The problem: Report every line of the data that includes "routeReach".

Saved data entries:
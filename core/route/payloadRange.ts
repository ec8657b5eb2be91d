/**
 * Payload-range diagram: corners A–D and the sampled curve of greatest payload against stage length.
 *
 * Source: payload-range corners from the Breguet equation (Aeronautical Engineer's Data Book ch. 9) (corners: A maximum payload at zero range; B maximum payload at
 * MTOW; C MTOW with maximum fuel; D ferry, zero payload with maximum fuel) on the fuel model of §9.3
 * (model.ts). Every point is the greatest payload that flies that stage under MTOW, fuel capacity,
 * MLW and the structural payload, with the same reserves, contingency and taxi rules as
 * designTakeoffMass, so the diagram and the design takeoff mass agree.
 *
 * Shapes: normally payload is flat from A to B (payload-limited), falls from B to C at MTOW, and falls
 * faster from C to D at full tanks. When the tanks fill before MTOW at maximum payload, C coincides
 * with B; when full tanks cannot be loaded within MTOW even empty, C coincides with D; an MLW limit
 * may shorten a segment. Each corner names its binding limit.
 *
 * Validity: as the fuel model (stage 0–20 000 km, no wind; climb/descent as an allowance).
 */
import { notice, siText, type Notice } from '../notices.js';
import type { AircraftProfile } from '../aircraft.js';
import { finite, inRange } from '../validate.js';
import type { ReservePolicy, ResolvedReserves } from './reserves.js';
import {
  ROUTE_MASS_SLACK_KG, ROUTE_METHOD_VERSION, buildRouteFuelModel, routeCapacity, routeFactors, routeLoading,
  routeModelTrace, routeReach, routeStageForPhi,
  type RouteFuelModel, type RouteLimit, type RouteTraceItem,
} from './model.js';

/** Default number of evenly spaced curve samples from 0 to the ferry range. */
export const PAYLOAD_RANGE_DEFAULT_SAMPLES = 40;
export const PAYLOAD_RANGE_SAMPLES_RANGE = { min: 2, max: 400, unit: '' } as const;
/** Two stages closer than this (m) are one curve point. */
export const PAYLOAD_RANGE_STAGE_MERGE_M = 1e-3;

export type PayloadRangeCornerLabel = 'A' | 'B' | 'C' | 'D';

export interface PayloadRangePoint {
  readonly stageLength_m: number;
  readonly payload_kg: number;
  readonly zeroFuelMass_kg: number;
  readonly takeoffMass_kg: number;
  /** Fuel at brake release (trip + contingency + reserves), kg. */
  readonly takeoffFuel_kg: number;
  /** Fuel loaded at the ramp (takeoff fuel + taxi), kg. */
  readonly rampFuel_kg: number;
  readonly tripFuel_kg: number;
  /** Block fuel, ramp to landing: taxi + trip, kg. */
  readonly blockFuel_kg: number;
  readonly arrivalMass_kg: number;
  /** The limit that sets the payload at this stage (the first on a tie: max-payload, mtow, max-fuel, mlw). */
  readonly limitedBy: RouteLimit;
  /** Every limit met at this point (two at a corner, e.g. MTOW and fuel capacity at C). */
  readonly activeLimits: readonly RouteLimit[];
}

export interface PayloadRangeCorner extends PayloadRangePoint {
  readonly label: PayloadRangeCornerLabel;
  readonly description: string;
  /** Set when this corner collapses onto another one (degenerate shapes). */
  readonly coincidesWith?: PayloadRangeCornerLabel;
}

export interface PayloadRangeInput {
  readonly aircraft: AircraftProfile;
  readonly reserves: ReservePolicy;
  /** Evenly spaced samples from 0 to the ferry range (2–400, default 40); the corners are added. */
  readonly samples?: number;
}

export interface PayloadRangeDiagram {
  readonly method: string;
  readonly status: 'ok' | 'cannot-fly';
  readonly reason?: string;
  readonly aircraftId: string;
  readonly reserves: ResolvedReserves;
  readonly corners: Readonly<Record<PayloadRangeCornerLabel, PayloadRangeCorner>>;
  /** Curve points sorted by stage length, corners included. */
  readonly points: readonly PayloadRangePoint[];
  /** Stage length of corner D, m. */
  readonly ferryRange_m: number;
  readonly trace: readonly RouteTraceItem[];
  readonly warnings: readonly Notice[];
}

function pointAt(m: RouteFuelModel, stage_m: number): PayloadRangePoint | null {
  const cap = routeCapacity(m, stage_m, m.mtow_kg);
  if (cap.payload_kg < -ROUTE_MASS_SLACK_KG || !routeFactors(m, stage_m).finite) return null;
  const W = Math.max(m.oew_kg, cap.zeroFuelMass_kg);
  const l = routeLoading(m, stage_m, W);
  const p: PayloadRangePoint = {
    stageLength_m: finite('stageLength_m', stage_m),
    payload_kg: finite('payload_kg', l.payload_kg),
    zeroFuelMass_kg: finite('zeroFuelMass_kg', l.zeroFuelMass_kg),
    takeoffMass_kg: finite('takeoffMass_kg', l.takeoffMass_kg),
    takeoffFuel_kg: finite('takeoffFuel_kg', l.takeoffFuel_kg),
    rampFuel_kg: finite('rampFuel_kg', l.rampFuel_kg),
    tripFuel_kg: finite('tripFuel_kg', l.tripFuel_kg),
    blockFuel_kg: finite('blockFuel_kg', l.blockFuel_kg),
    arrivalMass_kg: finite('arrivalMass_kg', l.arrivalMass_kg),
    limitedBy: cap.limitedBy,
    activeLimits: cap.activeLimits,
  };
  return p;
}

const DESCRIPTIONS: Readonly<Record<PayloadRangeCornerLabel, string>> = {
  A: 'Maximum payload at zero range',
  B: 'Maximum payload at the end of the full-payload segment (normally MTOW)',
  C: 'MTOW with full tanks (payload reduced)',
  D: 'Ferry: zero payload, full tanks (or MTOW when full tanks do not fit)',
};

/** The payload-range diagram for an aircraft and reserve policy. */
export function payloadRangeDiagram(input: PayloadRangeInput): PayloadRangeDiagram {
  const { aircraft } = input;
  const m = buildRouteFuelModel(aircraft, input.reserves);
  const n = inRange('samples', input.samples ?? PAYLOAD_RANGE_DEFAULT_SAMPLES, PAYLOAD_RANGE_SAMPLES_RANGE);
  const samples = Math.round(n);
  const warnings = [...m.warnings];
  const trace: RouteTraceItem[] = routeModelTrace(m);
  const corner = (label: PayloadRangeCornerLabel, p: PayloadRangePoint, coincidesWith?: PayloadRangeCornerLabel): PayloadRangeCorner => ({
    ...p, label, description: DESCRIPTIONS[label], ...(coincidesWith ? { coincidesWith } : {}),
  });

  const Wmax = m.oew_kg + m.maxPayload_kg;
  const rD = routeReach(m, m.oew_kg, m.mtow_kg);
  const a0 = pointAt(m, 0);
  if (rD === null || a0 === null) {
    const l = routeLoading(m, 0, m.oew_kg);
    const p: PayloadRangePoint = {
      stageLength_m: 0, payload_kg: 0, zeroFuelMass_kg: l.zeroFuelMass_kg, takeoffMass_kg: l.takeoffMass_kg,
      takeoffFuel_kg: l.takeoffFuel_kg, rampFuel_kg: l.rampFuel_kg, tripFuel_kg: l.tripFuel_kg, blockFuel_kg: l.blockFuel_kg, arrivalMass_kg: l.arrivalMass_kg,
      limitedBy: routeCapacity(m, 0, m.mtow_kg).limitedBy,
      activeLimits: routeCapacity(m, 0, m.mtow_kg).activeLimits,
    };
    const why = notice('payloadRange.reservesUnfundable')`The aircraft cannot carry its reserve fuel within its limits even with zero payload.`;
    return {
      method: ROUTE_METHOD_VERSION, status: 'cannot-fly', reason: siText(why), aircraftId: aircraft.id, reserves: m.reserves,
      corners: { A: corner('A', p), B: corner('B', p, 'A'), C: corner('C', p, 'A'), D: corner('D', p, 'A') },
      points: [p], ferryRange_m: 0, trace, warnings: [...warnings, why],
    };
  }
  const sD = rD.stage_m;
  const rB = routeReach(m, Wmax, m.mtow_kg);
  const sB = rB ? rB.stage_m : 0;
  if (a0.payload_kg < m.maxPayload_kg - ROUTE_MASS_SLACK_KG) {
    warnings.push(notice('payloadRange.maxPayloadNotCarried')`The maximum payload cannot be carried even at zero range (limited by ${a0.limitedBy}); corner A shows the greatest payload.`);
  }

  // Corner C: MTOW with full tanks, W_ZF = MTOW − (maxFuel − taxi).
  const Wc = m.mtow_kg - m.fuelAtBrakeRelease_kg;
  let sC: number;
  let cWith: PayloadRangeCornerLabel | undefined;
  if (Wc >= Wmax) {
    sC = sB; cWith = 'B';
  } else if (Wc <= m.oew_kg) {
    sC = sD; cWith = 'D';
  } else {
    const s = routeStageForPhi(m, m.mtow_kg / (Wc + m.holdFuel_kg));
    sC = Math.min(sD, Math.max(sB, s ?? 0));
    if (s === null || s < sB || s > sD) {
      warnings.push(notice('payloadRange.cornerCCut')`Corner C (MTOW with full tanks) is cut by another limit; it is shown at the nearest reachable stage.`);
    }
  }

  const at = (s: number): PayloadRangePoint => {
    const p = pointAt(m, s);
    // Corner stages come from the closed-form reach, so a loading always exists there.
    if (p === null) throw new Error(`internal: no payload-range point at a corner stage (${s} m)`);
    return p;
  };
  const corners = {
    A: corner('A', a0),
    B: corner('B', at(sB), sB === 0 ? 'A' : undefined),
    C: corner('C', at(sC), cWith),
    D: corner('D', at(sD)),
  };

  const stages = new Set<number>();
  for (let i = 0; i < samples; i++) stages.add((sD * i) / (samples - 1));
  const all = [...stages, sB, sC, sD].sort((x, y) => x - y);
  const points: PayloadRangePoint[] = [];
  for (const s of all) {
    const last = points[points.length - 1];
    if (last && s - last.stageLength_m < PAYLOAD_RANGE_STAGE_MERGE_M) continue;
    const p = pointAt(m, s);
    if (p) points.push(p);
  }

  trace.push(
    { key: 'stageB_m', label: 'Corner B stage length', value: corners.B.stageLength_m, unit: 'm' },
    { key: 'stageC_m', label: 'Corner C stage length', value: corners.C.stageLength_m, unit: 'm' },
    { key: 'ferryRange_m', label: 'Corner D (ferry) stage length', value: sD, unit: 'm' },
  );
  return {
    method: ROUTE_METHOD_VERSION,
    status: 'ok',
    aircraftId: aircraft.id,
    reserves: m.reserves,
    corners,
    points,
    ferryRange_m: finite('ferryRange_m', sD),
    trace,
    warnings,
  };
}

Answer to the exercise:
  routeModelTrace, routeReach, routeStageForPhi,
  const rD = routeReach(m, m.oew_kg, m.mtow_kg);
  const rB = routeReach(m, Wmax, m.mtow_kg);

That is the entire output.